How We Teach Kids to Read | A Systematic and Joyful Approach

Learn how Provo Mountain Academy teaches reading through explicit, systematic instruction while inspiring a love of reading. Discover our balanced approach to strong reading foundations.

Scott Long, M.Ed.

2/24/20262 min read

How We Teach Kids to Read: A Systematic and Joyful Approach

Learning to read is one of the most important skills a child will ever develop. It affects confidence, academic success, and a student’s relationship with learning for years to come. Because of that, how reading is taught truly matters.

Over the years, I’ve taught in different school settings and worked with a variety of reading curricula. I’ve seen programs that rely heavily on discovery and others that take a more direct approach. The consistent pattern I’ve noticed is that the approaches that work best are systematic and explicit.

Why Explicit and Systematic Instruction Works

Students learn to read most effectively when skills are taught clearly, in a logical sequence, and with direct instruction. This means teachers do not assume students will figure things out on their own. Instead, they explain concepts clearly, model them, and provide structured practice.

Across my career, the trainers, professors, reading specialists, and instructional coaches who truly understand reading development all agree on this point. Strong reading instruction is intentional. It builds skills step by step and leaves as little to chance as possible.

This approach is especially important for students who struggle with reading, but it benefits all learners. When expectations are clear and instruction is consistent, students gain confidence and momentum.

A Personal Perspective

Working in different schools and states allowed me to see many approaches to reading instruction. While the materials varied, the most effective classrooms shared the same foundation. Teachers taught reading skills directly, followed a clear sequence, and adjusted instruction based on student needs.

My understanding of reading instruction deepened even more through my Science of Reading certification at Arizona State University. Much of the coursework focused on how the brain learns to read, including how to support students with dyslexia. One theme kept resurfacing: breaking reading down to the basics and teaching it in a very explicit and systematic way makes a meaningful difference.

At the same time, I’ve learned that structure alone is not enough.

Building a Love of Reading Matters Too

While students need clear instruction to learn how to read, they also need a reason to want to read. One of the most important goals of any reading program should be inspiring a genuine love of reading.
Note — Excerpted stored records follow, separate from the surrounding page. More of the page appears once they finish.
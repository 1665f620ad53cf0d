// Applying a classifier to labelled chips: class probabilities per chip, and the files an
// assessment writes: metrics.json, confusion.csv and predictions.csv (id, x, y and the
// CRS they are in, lon, lat, date, true, predicted, one probability column per class), all
// atomically. Fine-tuning
// (validation, test), assess, and later studies and maps use it.
#pragma once

#include <filesystem>
#include <string>
#include <vector>

#include "assess/classification_metrics.hpp"
#include "batches/chip_collection.hpp"

namespace tinct {

class ClassifierModel;  // models/classifier_model.hpp: kept out, so torch-free code can hold Predictions

struct Predictions {
  std::vector<ChipRef> chips;
  std::vector<int> truth, predicted;
  std::vector<std::vector<double>> probabilities;  // (N, classes)
};

// In inference mode, batches of `batch`, no augmentation; the chips' inputs are normalised
// with the collection's statistics (the model's: ChipCollection::use_normalisation).
// Leaves the model in training mode, as it found it in the loops.
Predictions predict_chips(ClassifierModel& model, const ChipCollection& collection,
                          const std::vector<ChipRef>& chips, int batch);

// 0 when there are no predictions.
double macro_f1_of(const Predictions& predictions, int classes);

// Writes the three files into `folder`; returns the metrics written.
ClassificationMetrics write_assessment(const std::filesystem::path& folder, const Predictions& predictions,
                                       const ChipCollection& collection, const std::vector<std::string>& classes);

}  // namespace tinct
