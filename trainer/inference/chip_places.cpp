#include "inference/chip_places.hpp"

#include "raster/crs.hpp"

namespace tinct {
namespace {

std::string scene_crs(const StoreManifest& manifest, const std::string& scene) {
  for (const StoreScene& s : manifest.scenes) {
    if (s.id == scene && !s.crs.empty()) return s.crs;
  }
  return manifest.crs;
}

}  // namespace

const ChipPlaces::CrsView& ChipPlaces::view(const std::string& wkt) {
  const auto found = views_.find(wkt);
  if (found != views_.end()) return found->second;
  CrsView v;
  v.name = crs_short_name(wkt);
  if (crs_has_lonlat(wkt)) v.to_lonlat = std::make_unique<PointTransform>(wkt, "EPSG:4326", "store CRS");
  return views_.emplace(wkt, std::move(v)).first->second;
}

ChipPlace ChipPlaces::of(const ChipRef& ref) {
  const StoreReader& store = chips_.store(ref.store);
  const ChipRecord record = store.record(ref.chip);
  const CrsView& crs = view(scene_crs(store.manifest(), record.scene));
  ChipPlace place{record.x, record.y, crs.name, false, record.x, record.y};
  if (crs.to_lonlat) place.has_lonlat = crs.to_lonlat->apply(place.lon, place.lat);
  return place;
}

}  // namespace tinct
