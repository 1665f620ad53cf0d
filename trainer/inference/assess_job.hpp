// `tinct assess`: a finetune run's model applied to any label store, writing the
// same metric files as fine-tuning (metrics.json, confusion.csv, predictions.csv).
// Chips the run learnt from, or left unused beside them (its split.csv: training,
// validation, unused), are left out unless `all` is set, so assessing on the run's
// own store scores its test chips only.
#pragma once

#include <filesystem>

namespace tinct {

// Returns the macro F1; `out` empty means RUN/assess-STORENAME. With `all`, every chip of
// the store is scored, with a warning naming how many the run learnt from.
double run_assess(const std::filesystem::path& run, const std::filesystem::path& store,
                  const std::filesystem::path& out, bool all = false);

}  // namespace tinct
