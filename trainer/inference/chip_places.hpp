// Where chips lie, for predictions.csv: the centre's map coordinates in its scene's CRS,
// that CRS's short name (EPSG:32632) and the centre's longitude and latitude (WGS 84),
// with one point transform per CRS.
#pragma once

#include <map>
#include <memory>
#include <string>

#include "batches/chip_collection.hpp"
#include "raster/point_transform.hpp"

namespace tinct {

struct ChipPlace {
  double x = 0, y = 0;
  std::string crs;        // "" when the store's CRS is unknown
  bool has_lonlat = false;  // false in a local CRS
  double lon = 0, lat = 0;
};

class ChipPlaces {
 public:
  explicit ChipPlaces(const ChipCollection& chips) : chips_(chips) {}
  ChipPlace of(const ChipRef& ref);

 private:
  struct CrsView {
    std::string name;
    std::unique_ptr<PointTransform> to_lonlat;  // null when there is no longitude/latitude
  };
  const CrsView& view(const std::string& wkt);

  const ChipCollection& chips_;
  std::map<std::string, CrsView> views_;  // by WKT
};

}  // namespace tinct
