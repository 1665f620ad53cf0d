// split.csv, written into every finetune run: each labelled chip of the run's stores
// with its split unit, the fold its unit was dealt to, and its role (train, validation,
// test, unused, with the reason for unused chips). `tinct assess` reads it to score only
// chips the run never learnt from. Chips are matched across stores by scene, source id
// and map position, so a copy or subset of the run's store is recognised too.
#pragma once

#include <cstdint>
#include <filesystem>
#include <map>
#include <string>
#include <vector>

namespace tinct {

struct SplitRow {
  std::string store;  // the store's folder as the run's config named it
  std::int64_t index = 0;
  std::string scene, source_id, label, unit;
  double x = 0, y = 0;
  int fold = 0;
  std::string role;    // train | validation | test | unused
  std::string reason;  // unused: near_test | over_budget | near_validation
};

std::string split_table_csv(const std::vector<SplitRow>& rows);
// Fails (runtime) naming the file and line when it is not a split.csv.
std::vector<SplitRow> read_split_table(const std::filesystem::path& file);

// What identifies a chip across stores: scene, source id and exact map position.
std::string chip_identity(const std::string& scene, const std::string& source_id, double x, double y);
// chip_identity -> role, for every row of a run's split.csv.
std::map<std::string, std::string> roles_by_identity(const std::vector<SplitRow>& rows);

}  // namespace tinct
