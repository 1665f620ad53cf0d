#include "inference/classifier_predictions.hpp"

#include <algorithm>
#include <cstdio>

#include "batches/batch.hpp"
#include "inference/chip_places.hpp"
#include "models/classifier_model.hpp"
#include "runs/metrics_log.hpp"
#include "util/atomic_file.hpp"
#include "util/csv_field.hpp"
#include "util/number_text.hpp"

namespace tinct {
namespace {

std::string decimals(double value, int places) {
  char text[64];
  std::snprintf(text, sizeof(text), "%.*f", places, value);
  return text;
}

// id, the centre's map coordinates (full precision) in `crs`, its longitude and latitude
// (7 decimals, about a centimetre), date, classes and probabilities (6 decimals).
std::string predictions_csv(const Predictions& p, const ChipCollection& collection,
                            const std::vector<std::string>& classes) {
  std::string text = "id,x,y,crs,lon,lat,date,true,predicted";
  for (const auto& name : classes) text += ",p_" + csv_field(name);
  text += "\n";
  ChipPlaces places(collection);
  for (std::size_t i = 0; i < p.chips.size(); ++i) {
    const ChipRecord r = collection.store(p.chips[i].store).record(p.chips[i].chip);
    const ChipPlace place = places.of(p.chips[i]);
    text += csv_field(r.source_id.empty() ? std::to_string(r.index) : r.source_id) + "," + fixed_text(place.x) + "," +
            fixed_text(place.y) + "," + csv_field(place.crs) + "," +
            (place.has_lonlat ? decimals(place.lon, 7) + "," + decimals(place.lat, 7) : std::string(",")) + "," +
            r.date + "," + csv_field(classes[p.truth[i]]) + "," + csv_field(classes[p.predicted[i]]);
    for (double probability : p.probabilities[i]) text += "," + decimals(probability, 6);
    text += "\n";
  }
  return text;
}

}  // namespace

Predictions predict_chips(ClassifierModel& model, const ChipCollection& collection,
                          const std::vector<ChipRef>& chips, int batch) {
  torch::InferenceMode inference;
  model->eval();
  Predictions result;
  for (std::size_t start = 0; start < chips.size(); start += static_cast<std::size_t>(batch)) {
    const std::vector<ChipRef> part(chips.begin() + start, chips.begin() + std::min(chips.size(), start + batch));
    const Batch b = assemble_batch(collection, part, std::vector<int>(part.size(), 0));
    const torch::Tensor probabilities = torch::softmax(model->forward(b.bands), 1).to(torch::kFloat64);  // (B, K)
    const torch::Tensor predicted = probabilities.argmax(1);
    for (std::size_t i = 0; i < part.size(); ++i) {
      result.chips.push_back(part[i]);
      result.truth.push_back(static_cast<int>(b.labels[static_cast<long>(i)].item<std::int64_t>()));
      result.predicted.push_back(static_cast<int>(predicted[static_cast<long>(i)].item<std::int64_t>()));
      const torch::Tensor row = probabilities[static_cast<long>(i)].contiguous();
      result.probabilities.emplace_back(row.data_ptr<double>(), row.data_ptr<double>() + row.numel());
    }
  }
  model->train();
  return result;
}

double macro_f1_of(const Predictions& predictions, int classes) {
  if (predictions.truth.empty()) return 0.0;
  return classification_metrics(predictions.truth, predictions.predicted, classes).macro_f1;
}

ClassificationMetrics write_assessment(const std::filesystem::path& folder, const Predictions& predictions,
                                       const ChipCollection& collection, const std::vector<std::string>& classes) {
  const ClassificationMetrics metrics = classification_metrics(
      predictions.truth, predictions.predicted, static_cast<int>(classes.size()), predictions.probabilities);
  std::filesystem::create_directories(folder);
  write_file_atomic(folder / "metrics.json", json_text(metrics_json(metrics, classes), 2) + "\n");
  write_file_atomic(folder / "confusion.csv", confusion_csv(metrics, classes));
  write_file_atomic(folder / "predictions.csv", predictions_csv(predictions, collection, classes));
  return metrics;
}

}  // namespace tinct
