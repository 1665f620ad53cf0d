// A finished run's model.pt applied to chips of a label store: the model's input statistics
// are put on the collection first. Studies use it for the validation chips each run's
// probabilities are calibrated on.
#pragma once

#include <filesystem>
#include <string>
#include <vector>

#include "inference/classifier_predictions.hpp"

namespace tinct {

struct SavedClassifierPredictions {
  Predictions predictions;
  std::vector<std::string> classes;  // the model's
};

SavedClassifierPredictions predict_with_saved_classifier(const std::filesystem::path& model_pt,
                                                         ChipCollection& chips, const std::vector<ChipRef>& refs,
                                                         int batch);

}  // namespace tinct
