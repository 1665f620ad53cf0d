#include "inference/assess_job.hpp"

#include "batches/chip_collection.hpp"
#include "inference/classifier_predictions.hpp"
#include "runs/classifier_artifact.hpp"
#include "util/error.hpp"
#include "util/log.hpp"

namespace fs = std::filesystem;

namespace tinct {

double run_assess(const fs::path& run, const fs::path& store, const fs::path& out) {
  ClassifierArtifact artifact;
  ClassifierModel model = load_classifier(run / "model.pt", artifact);
  ChipCollection chips({store});
  if (chips.classes() != artifact.classes) {
    fail_usage(store.string() + ": its classes differ from the model's; assess on a store made with the same "
               "labels.classes");
  }
  chips.use_normalisation(artifact.normalisation);
  const fs::path folder = out.empty() ? run / ("assess-" + store.filename().string()) : out;
  const double f1 =
      write_assessment(folder, predict_chips(model, chips, chips.all(), 32), chips, artifact.classes).macro_f1;
  log::info("assess: macro F1 " + std::to_string(f1) + " on " + std::to_string(chips.size()) + " chips; files in " +
            folder.string());
  return f1;
}

}  // namespace tinct
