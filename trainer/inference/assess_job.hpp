// `tinct assess`: a finetune run's model applied to any label store, writing the
// same metric files as fine-tuning (metrics.json, confusion.csv, predictions.csv).
#pragma once

#include <filesystem>

namespace tinct {

// Returns the macro F1; `out` empty means RUN/assess-STORENAME.
double run_assess(const std::filesystem::path& run, const std::filesystem::path& store,
                  const std::filesystem::path& out);

}  // namespace tinct
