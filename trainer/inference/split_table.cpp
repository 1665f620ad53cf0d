#include "inference/split_table.hpp"

#include <charconv>
#include <fstream>
#include <sstream>

#include "util/csv_field.hpp"
#include "util/error.hpp"
#include "util/number_text.hpp"

namespace tinct {
namespace {

const char* const kHeader = "store,index,scene,source_id,x,y,class,unit,fold,role,reason";

template <typename Number>
Number number_field(const std::string& text, const std::string& where) {
  Number value{};
  const auto result = std::from_chars(text.data(), text.data() + text.size(), value);
  if (text.empty() || result.ec != std::errc() || result.ptr != text.data() + text.size()) {
    fail_runtime(where + ": \"" + text + "\" is not a number; the run's split.csv is damaged");
  }
  return value;
}

SplitRow parse_row(const std::string& line, const std::string& where) {
  const auto fields = parse_csv_row(line);
  if (!fields || fields->size() != 11) fail_runtime(where + ": not a split.csv row of 11 fields");
  const auto& f = *fields;
  SplitRow row;
  row.store = f[0];
  row.index = number_field<std::int64_t>(f[1], where);
  row.scene = f[2];
  row.source_id = f[3];
  row.x = number_field<double>(f[4], where);
  row.y = number_field<double>(f[5], where);
  row.label = f[6];
  row.unit = f[7];
  row.fold = number_field<int>(f[8], where);
  row.role = f[9];
  row.reason = f[10];
  return row;
}

}  // namespace

std::string split_table_csv(const std::vector<SplitRow>& rows) {
  std::string text = std::string(kHeader) + "\n";
  for (const SplitRow& r : rows) {
    for (const std::string& field : {r.store, std::to_string(r.index), r.scene, r.source_id, fixed_text(r.x),
                                     fixed_text(r.y), r.label, r.unit, std::to_string(r.fold), r.role}) {
      append_csv_field(text, field);
      text += ',';
    }
    append_csv_field(text, r.reason);
    text += '\n';
  }
  return text;
}

std::vector<SplitRow> read_split_table(const std::filesystem::path& file) {
  std::ifstream in(file);
  if (!in) fail_runtime(file.string() + ": cannot be read");
  std::string line;
  std::getline(in, line);
  if (!line.empty() && line.back() == '\r') line.pop_back();
  if (line != kHeader) fail_runtime(file.string() + ": not a split.csv (its header is not \"" + kHeader + "\")");
  std::vector<SplitRow> rows;
  for (int number = 2; std::getline(in, line); ++number) {
    if (!line.empty() && line.back() == '\r') line.pop_back();
    if (line.empty()) continue;
    rows.push_back(parse_row(line, file.string() + " line " + std::to_string(number)));
  }
  return rows;
}

std::string chip_identity(const std::string& scene, const std::string& source_id, double x, double y) {
  return scene + '\n' + source_id + '\n' + exact_text(x) + '\n' + exact_text(y);
}

std::map<std::string, std::string> roles_by_identity(const std::vector<SplitRow>& rows) {
  std::map<std::string, std::string> roles;
  for (const SplitRow& r : rows) roles[chip_identity(r.scene, r.source_id, r.x, r.y)] = r.role;
  return roles;
}

}  // namespace tinct
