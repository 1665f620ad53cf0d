#include "inference/saved_classifier_predictions.hpp"

#include "runs/classifier_artifact.hpp"
#include "util/error.hpp"

namespace tinct {

SavedClassifierPredictions predict_with_saved_classifier(const std::filesystem::path& model_pt,
                                                         ChipCollection& chips, const std::vector<ChipRef>& refs,
                                                         int batch) {
  ClassifierArtifact artifact;
  ClassifierModel model = load_classifier(model_pt, artifact);
  if (artifact.classes != chips.classes()) {
    fail_usage(model_pt.string() + ": the model's classes differ from the label store's; use the store it was "
               "trained on");
  }
  chips.use_normalisation(artifact.normalisation);
  return {predict_chips(model, chips, refs, batch), artifact.classes};
}

}  // namespace tinct
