"""Reading point layers and writing screened GeoPackages.

This is the only module that touches files. Reading never modifies the input;
writing goes to a temporary file beside the output, which is renamed into
place only when everything has been written, so a failed run leaves nothing
behind.
"""

from __future__ import annotations

import hashlib
import json
import logging
import os
import tempfile
from dataclasses import dataclass, field
from pathlib import Path

import geopandas as gpd
import numpy as np
import pandas as pd

from .errors import InputError, OutputError
from .prepare import LOCATION_REASONS, READ_NOTES, _numbers_from_text, comma_convention

__all__ = [
    "SourceInfo",
    "read_points",
    "list_layers",
    "file_sha256",
    "write_geopackage",
    "remove_stale_partials",
    "SCREENED_LAYER",
    "PARTIAL_SUFFIX",
]

log = logging.getLogger(__name__)

#: Index name marking GeoPackage feature ids read from the input.
_FEATURE_ID = "__pointsift_feature_id__"

#: Name of the screened point layer in output GeoPackages.
SCREENED_LAYER = "screened"

_VECTOR_SUFFIXES = {".gpkg": "GeoPackage", ".shp": "ESRI Shapefile", ".geojson": "GeoJSON", ".json": "GeoJSON", ".fgb": "FlatGeobuf"}
_CSV_SUFFIXES = {".csv", ".txt", ".tsv"}
_PARQUET_SUFFIXES = {".parquet", ".geoparquet", ".pq"}

# Pairs of coordinate column names recognised in tables, in order of preference
# (compared case-insensitively). Common practice in exported well databases.
_COORDINATE_PAIRS = (
    ("x", "y"),
    ("lon", "lat"),
    ("long", "lat"),
    ("lng", "lat"),
    ("longitude", "latitude"),
    ("easting", "northing"),
    ("east", "north"),
    ("x_coord", "y_coord"),
    ("xcoord", "ycoord"),
    ("coord_x", "coord_y"),
    ("point_x", "point_y"),
)
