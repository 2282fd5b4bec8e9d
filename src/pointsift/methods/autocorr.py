"""Local Moran's I and Getis-Ord Gi* with conditional permutation inference.

Local Moran's I follows Anselin (1995), "Local indicators of spatial
association - LISA", Geographical Analysis 27, in the form esda computes:
``I_i = (n - 1) z_i lag_i / sum(z^2)`` with ``z`` the values centred and
scaled by their standard deviation and ``lag`` the row-standardized mean of
the neighbours. Gi* is the Getis and Ord (1992) / Ord and Getis (1995) statistic
with the point itself included (binary weights plus self), reported as its
standard normal form ``z(Gi*)``, valid for values of either sign.

Inference is by conditional permutation (Anselin 1995): the point's own
value stays in place, and its k neighbours' values are drawn without
replacement from the other n - 1 values. For a point with value ``z_i`` both
statistics are increasing functions of the sum of the neighbours' values, so
one set of draws of that sum serves both; the p-value is esda's folded
one-sided ``(min(#>=, #<=) + 1) / (P + 1)``.

The draws depend on nothing but the run seed, the point itself and the
multiset of values, so shuffling the rows, or splitting the work over
threads, processes or partitions, cannot change any point's p-value:

* Candidates. For each neighbour count k, ``D = 100 (P + 1) - 1`` exact
  uniform k-subsets of the n slots of the values *in sorted order* (a
  canonical order, whatever the row order) are drawn once, from a stream
  keyed by the seed, k and n: Floyd's algorithm (Bentley and Floyd 1987, "A
  sample of brilliance", CACM 30) below 24 neighbours, a partial Fisher-Yates
  shuffle (Durstenfeld 1964) undone after each draw from 24 on; any k up to
  n - 1, never a retry that may give up. Their sums are computed once.
* Each point's own draws. A point picks its ``P`` draws uniformly, with
  replacement, among the candidates that do not hold its own slot, from its
  own stream, keyed by the seed and the point's identity (its work-CRS
  coordinates and its value as read, :func:`point_keys`). Each pick is thus
  a uniform k-subset of the *other* n - 1 values: the conditional
  permutation distribution. Picking among ``D`` candidates instead of
  drawing k fresh values costs one lookup instead of k random reads of the
  whole value array (ten times faster at a million points); the candidates
  add a variance of ``p (1 - p) / D``, a hundredth of that of the ``P``
  draws themselves.
* The stream is SplitMix64 (Steele, Lea and Flood 2014, "Fast splittable
  pseudorandom number generators", OOPSLA); bounded integers are drawn
  exactly by Lemire's (2019) multiply-and-reject method. The kernels are
  compiled by numba (cached on disk: only the first run after an install
  compiles them, about 5 s of one core) and the picks run on every core.
* A point that no candidate can serve (k = n - 1 and every candidate holds
  its slot: possible only for tiny layers) draws its ``P`` k-subsets
  directly from its own stream.

Benjamini-Hochberg needs p-values below ``alpha / m`` for the smallest; with
999 permutations the floor is 0.001, so over a thousand points nothing could
ever be rejected. pointsift therefore uses more permutations for the points
at the floor: every point whose count of more extreme draws is zero after its
own ``P`` draws is judged on every candidate that does not hold its slot
(about ``100 (P + 1) - 1``; floor about 1e-5 by default): the candidates'
sums are sorted once and each such point's counts read off by binary search,
less the candidates holding its slot. The run record says how many points
got them.
"""

from __future__ import annotations

import os
from concurrent.futures import ThreadPoolExecutor
from dataclasses import dataclass

import numba
import numpy as np

from ..graph import NeighbourGraph
from ..vocabulary import QUADRANT_WORDS

__all__ = [
    "LocalAutocorrelation",
    "local_autocorrelation",
    "benjamini_hochberg",
    "point_keys",
    "QUADRANT_WORDS",
    "KERNEL",
]


#: How the permutations are drawn (the run record's ``kernel``).
KERNEL = "per-point streams (SplitMix64 keyed by seed and point) picking among exact k-subset candidates per k"

#: Below this many neighbours a draw uses Floyd's algorithm (read-only); from it
#: on, a partial Fisher-Yates shuffle of a per-thread copy of the values.
_FLOYD_MAX_K = 24


@dataclass(frozen=True)
class LocalAutocorrelation:
    """Per-point local statistics (NaN where a point has no neighbours).

    Attributes
    ----------
    moran_i : ndarray
        Local Moran's I.
    quadrant : ndarray of int
        1 high-high, 2 low-high, 3 low-low, 4 high-low, 0 not computed.
    gi_star_z : ndarray
        Standard normal form of Getis-Ord Gi*.
    p_value : ndarray
        Folded one-sided conditional permutation p-value (shared by both
        statistics, see module notes).
    p_adjusted : ndarray
        Benjamini-Hochberg adjusted p-value over the computed points.
    permutations : ndarray of int
        Permutations behind each p-value (more at the floor).
    kernel : str
        How the draws were made (:data:`KERNEL`).
    standardized : ndarray or None
        ``z = (v - mean) / sd`` over the rows used (sd with ``n``
        denominator), NaN elsewhere: the x axis of the Moran scatter.
    neighbour_mean : ndarray or None
        Mean of the neighbours' ``z`` (row-standardized weights), NaN where a
        point has no used neighbour: the y axis of the Moran scatter
        (Anselin 1996); ``(standardized, neighbour_mean)`` gives the quadrant.
    """

    moran_i: np.ndarray
    quadrant: np.ndarray
    gi_star_z: np.ndarray
    p_value: np.ndarray
    p_adjusted: np.ndarray
    permutations: np.ndarray
    kernel: str
    standardized: np.ndarray | None = None
    neighbour_mean: np.ndarray | None = None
I’m a big fan of the work of Dr. Stephen Krashen, who has long emphasized the importance of students reading what interests them. During my graduate studies at University of Southern California, his work reinforced something I had already seen in classrooms. When students are allowed to read books they enjoy, motivation increases and confidence grows.

That means comic books count. Graphic novels count. Simple books count. When children enjoy what they are reading, they practice more, and practice is what strengthens reading skills.

Structure First, Creativity Later

In our classrooms, we take reading instruction seriously. Skills are taught explicitly and systematically so students build a strong foundation. Once those foundations are solid, students can move into more creative and exploratory reading activities with confidence.

Fun absolutely has a place in learning, but strong reading skills come from clear instruction first. When students know how to read well, reading becomes fun on its own.

At Provo Mountain Academy, our goal is to help students become capable readers and enthusiastic readers. By combining structured instruction with choice and joy, we help children build skills that last and a love of reading that grows.